I am trying to convert tf.keras.layers.CuDNNLSTM
to tf.keras.layers.LSTM
(and tf.keras.layers.CuDNNGRU
to tf.keras.layers.GRU
).
I see from this StackOverflow post and this GitHub PR that the CuDNNLSTM --> LSTM conversion is possible, and I see from this GitHub PR that the conversion is possible, but I'm seeing some unexpected behavior during inference, so I'm not sure if I'm doing it correctly.
The way I am doing this now is through creating (and training) a model which has a CuDNNLSTM
layer...
inputs = tf.keras.Input(shape=(120,))
x = layers.CuDNNLSTM(100)(inputs) # or x = layers.CuDNNGRU(100)(inputs)
outputs = layers.Dense(5, activation='softmax')(x)
model = tf.keras.Model(inputs=inputs, outputs=outputs)

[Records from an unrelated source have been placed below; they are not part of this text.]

//! The publications chiwave uses, once each: a registry of references with their BibTeX.
//!
//! Every formula in the core names its primary source in its doc comment; every output key of a
//! result names it in `sources` (a human string) and in `citations` (registry ids with the
//! equation or section). Both are generated from this registry, so a reference is written once
//! and a reader can look each one up: authors, year, title, journal, arXiv id, DOI.
//!
//! # How the entries were checked
//! Each entry carries a `checked` note. "arXiv page" means that the title, the authors and the
//! arXiv id were compared with the paper's arXiv abstract page (or a mirror of it) through a
//! literature search; journal, volume and page are given as recalled unless the note says they
//! were seen too. Books and papers older than the arXiv give only what can be stood behind
//! (publisher, year, edition); DOIs are given only where they follow from the journal's fixed
//! pattern (APS, Nature, JHEP, Living Reviews) or were seen. Where an equation number could not
//! be confirmed, the citations name the section or the result instead.
//!
//! # Examples
//! ```
//! use chiwave_core::references;
//! let r = references::get("herrmann2021").unwrap();
//! assert_eq!(r.arxiv, Some("2101.07255"));
//! assert!(r.short().starts_with("Herrmann, Parra-Martinez, Ruf & Zeng 2021"));
//! assert!(r.bibtex().starts_with("@article{herrmann2021,"));
//! ```

use serde::Serialize;
use std::collections::BTreeMap;

/// What kind of publication an entry is (its BibTeX entry type).
#[derive(Debug, Clone, Copy, PartialEq, Eq, Serialize)]
#[serde(rename_all = "lowercase")]
pub enum Kind {
    /// A journal article (`@article`).
    Article,
    /// A book (`@book`).
    Book,
    /// A chapter in an edited book (`@incollection`).
    InCollection,
    /// A preprint, a resolution or a database (`@misc`).
    Misc,
}

/// One publication.
#[derive(Debug, Clone, PartialEq, Eq, Serialize)]
pub struct Reference {
    /// Stable identifier, also the BibTeX key (e.g. `bern2019`).
    pub id: &'static str,
    pub kind: Kind,
    /// Authors as "Last, First" (Unicode; escaped for BibTeX by [`Reference::bibtex`]); a last
    /// entry "others" stands for authors not listed (BibTeX "and others").
    pub authors: &'static [&'static str],
    pub year: u16,
    pub title: &'static str,
    /// Journal (articles), or the series of a book.
    pub journal: Option<&'static str>,
    pub volume: Option<&'static str>,
    /// First page or article number.
    pub pages: Option<&'static str>,
    /// Publisher (books).
    pub publisher: Option<&'static str>,
    pub edition: Option<&'static str>,
    /// The book a chapter appeared in, with its editors.
    pub booktitle: Option<&'static str>,
    pub editors: Option<&'static str>,
    /// arXiv identifier without the `arXiv:` prefix.
    pub arxiv: Option<&'static str>,
    pub doi: Option<&'static str>,
    /// What chiwave uses it for.
    pub used_for: &'static str,
    /// How the entry was checked (see the module documentation).
    pub checked: &'static str,
}

/// One citation of a registry entry: the reference and where in it (equation, section, table).
#[derive(Debug, Clone, Copy, PartialEq, Eq, Serialize)]
pub struct Citation {
    pub id: &'static str,
    /// Equation, section, table or result in the reference; empty for the work as a whole.
    #[serde(rename = "where")]
    pub at: &'static str,
}

/// The source of one output key: a short sentence saying what was done (may be empty) and the
/// citations behind it. [`source_maps`] turns a list of them into a result's `sources` (human
/// strings) and `citations` (ids with places).
#[derive(Debug, Clone, Copy, PartialEq, Eq)]
pub struct Source {
    pub text: &'static str,
    pub cites: &'static [Citation],
}

/// A citation of registry entry `id` at `at` (an equation, section or result; may be empty).
pub const fn cite(id: &'static str, at: &'static str) -> Citation {
    Citation { id, at }
}

/// A source: what was done (`text`, may be empty) and the citations behind it.
pub const fn source(text: &'static str, cites: &'static [Citation]) -> Source {
    Source { text, cites }
}

/// A result's `sources` map: output key → human citation string.
pub type SourceMap = BTreeMap<&'static str, String>;
/// A result's `citations` map: output key → registry citations (for BibTeX on the page).
pub type CitationMap = BTreeMap<&'static str, Vec<Citation>>;

/// `sources` and `citations` of a result from its list of (output key, source).
///
/// The human string is the source's text followed by each citation in the form
/// "Authors Year, arXiv:id (or journal), where"; an id missing from the registry is a bug and
/// is written as `[unknown reference id]` (the registry test looks for it).
pub fn source_maps(entries: &[(&'static str, Source)]) -> (SourceMap, CitationMap) {
    let mut s = SourceMap::new();
    let mut c = CitationMap::new();
    for (key, src) in entries {
        s.insert(key, src.render());
        c.insert(key, src.cites.to_vec());
    }
    (s, c)
}

impl Source {
    /// The human string: text, then the citations separated by "; ".
    pub fn render(&self) -> String {
        let cites: Vec<String> = self.cites.iter().map(Citation::render).collect();
        match (self.text.is_empty(), cites.is_empty()) {
            (true, _) => cites.join("; "),
            (false, true) => self.text.to_string(),
            (false, false) => format!("{}: {}", self.text, cites.join("; ")),
        }
    }
}

impl Citation {
    /// "Authors Year, arXiv:id (or journal), where".
    pub fn render(&self) -> String {
        let Some(r) = get(self.id) else {
            return format!("[unknown reference id {}]", self.id);
        };
        if self.at.is_empty() {
            r.short()
        } else {
            format!("{}, {}", r.short(), self.at)
        }
    }
}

... compiling and training the model ...
model.compile(optimizer='adam', loss='categorical_crossentropy', metrics=['accuracy'])
model.fit(...)
... saving the model as both a json for the structure and an hdf5 file for weights, and editing the file to say it's an LSTM
layer instead of a CuDNNLSTM
layer.
model.save_weights('/path/to/weights.h5')
# get json, edit layer name, dump into file
json_config = model.to_json()
with open('/path/to/structure.json', 'w') as json_file:
json_config_ = json.loads(json_config)
layers = json_config_['config']['layers']
for layer in layers:
if layer['class_name'].lower() == 'cudnnlstm':
layer['class_name'] = 'LSTM'
elif layer['class_name'].lower() == 'cudnngru':
layer['class_name'] = 'GRU'
json.dump(json_config_, json_file)
I am taking '/path/to/weights.h5'
and '/path/to/structure.json'
and converting them to coreml to do inference on an iphone, so it might be failing during the coreml conversion. I want to check if I am doing the conversion from CuDNN layers to LSTM/GRU layers correctly first, before investigating the coreml converter. Is this the correct way to convert from CuDNNLSTM to LSTM and from CuDNNGRU to GRU? Is there another way to do the conversion that I should be doing instead?